Exercise prompt> For the data below, say how many lines contain "expiresAt". Only the number should be given.

START Supplied entries

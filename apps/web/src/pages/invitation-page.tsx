// An invitation link: what it offers, and Join for the invited address (outside the signed-in frame).
import { useState } from 'react';
import { Link, useNavigate, useParams } from 'react-router';
import { useQuery, useQueryClient } from '@tanstack/react-query';
import { api, ApiError } from '../lib/api.ts';
import { useMe, useSignOut } from '../lib/session.ts';
import { roleLabel } from '../lib/campaign-data.ts';
import { useToast } from '../lib/toast.tsx';
import { Button, Notice, Spinner } from '../components/ui.tsx';
import { AuthLayout } from './auth/auth-layout.tsx';
import { formatWhen } from '../lib/format-date.ts';

interface InvitationView {
  campaignName: string;
  structure: string;
  role: 'lead' | 'engineer' | 'viewer';
  email: string;
  expiresAt: string;
}

export function InvitationPage() {
  const { token = '' } = useParams();
  const me = useMe();
  const navigate = useNavigate();
  const client = useQueryClient();
  const toast = useToast();
  const signOut = useSignOut();
  const invitation = useQuery({ queryKey: ['invitation', token], queryFn: () => api<InvitationView>(`/invitations/${token}`), retry: false });
  const [error, setError] = useState<string>();
  const [busy, setBusy] = useState(false);
  const here = `/invitations/${token}`;

  async function join() {
    setBusy(true);
    setError(undefined);
    try {
      const joined = await api<{ campaignId: string }>(`/invitations/${token}/accept`, { body: {} });
      await client.invalidateQueries({ queryKey: ['campaigns'] });
      toast('ok', `You joined “${invitation.data?.campaignName}”.`);
      navigate(`/campaigns/${joined.campaignId}`, { replace: true });
    } catch (err) {
      setError(err instanceof ApiError ? err.message : 'Joining failed.');
    } finally {
      setBusy(false);
    }
  }

  if (invitation.isPending || me.isPending) {
    return (
      <AuthLayout title="Invitation">
        <Spinner label="Reading the invitation…" />
      </AuthLayout>
    );
  }
  if (invitation.isError) {
    const gone = invitation.error instanceof ApiError && invitation.error.status === 404;
    return (
      <AuthLayout title="Invitation">
        <Notice tone="error">{gone ? 'This invitation does not exist or was withdrawn. Ask the lead for a new one.' : invitation.error.message}</Notice>
        <Link to="/campaigns" className="mt-4 inline-block text-sm text-accent hover:underline">
          Go to Resonote
        </Link>
      </AuthLayout>
    );
  }
  const inv = invitation.data;
  const user = me.data?.user;
  const sameAddress = user && user.email.toLowerCase() === inv.email.toLowerCase();

  return (
    <AuthLayout title={`Join “${inv.campaignName}”`} subtitle={inv.structure ? `Test campaign on ${inv.structure}` : undefined}>
      <div className="flex flex-col gap-4">
        <dl className="grid grid-cols-[auto_1fr] gap-x-4 gap-y-1 text-sm">
          <dt className="text-[var(--muted)]">Campaign</dt>
          <dd className="font-medium">{inv.campaignName}</dd>
          <dt className="text-[var(--muted)]">Role</dt>
          <dd>{roleLabel[inv.role]}</dd>
          <dt className="text-[var(--muted)]">For</dt>
          <dd>{inv.email}</dd>
          <dt className="text-[var(--muted)]">Valid until</dt>
          <dd className="num">{formatWhen(inv.expiresAt, 'date')}</dd>
        </dl>
        {error && <Notice tone="error">{error}</Notice>}
        {sameAddress && (
          <Button onClick={join} disabled={busy} className="min-h-12">
            {busy ? 'Joining…' : 'Join'}
          </Button>
        )}
        {user && !sameAddress && (
          <>
            <Notice tone="info">
              This invitation is for {inv.email}; you are signed in as {user.email}. Sign in with the invited address to join.
            </Notice>
            <Button
              variant="secondary"
              onClick={async () => {
                await signOut();
                navigate(`/sign-in?next=${encodeURIComponent(here)}`);
              }}
            >
              Sign out and sign in as {inv.email}
            </Button>
          </>
        )}
        {!user && (
          <div className="flex flex-col gap-2">
            <p className="text-sm text-[var(--muted)]">Sign in with {inv.email} to join, or create an account with that address first.</p>
            <Link to={`/sign-in?next=${encodeURIComponent(here)}`} className="inline-flex min-h-10 items-center justify-center rounded-md bg-accent px-4 text-sm font-medium text-white hover:bg-accent-strong">
              Sign in
            </Link>
            <Link
              to={`/sign-up?next=${encodeURIComponent(here)}&email=${encodeURIComponent(inv.email)}`}
              className="inline-flex min-h-10 items-center justify-center rounded-md border border-[var(--line)] px-4 text-sm font-medium hover:border-accent"
            >
              Create an account
            </Link>
          </div>
        )}
      </div>
    </AuthLayout>
  );
}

END Supplied entries

Exercise response> 2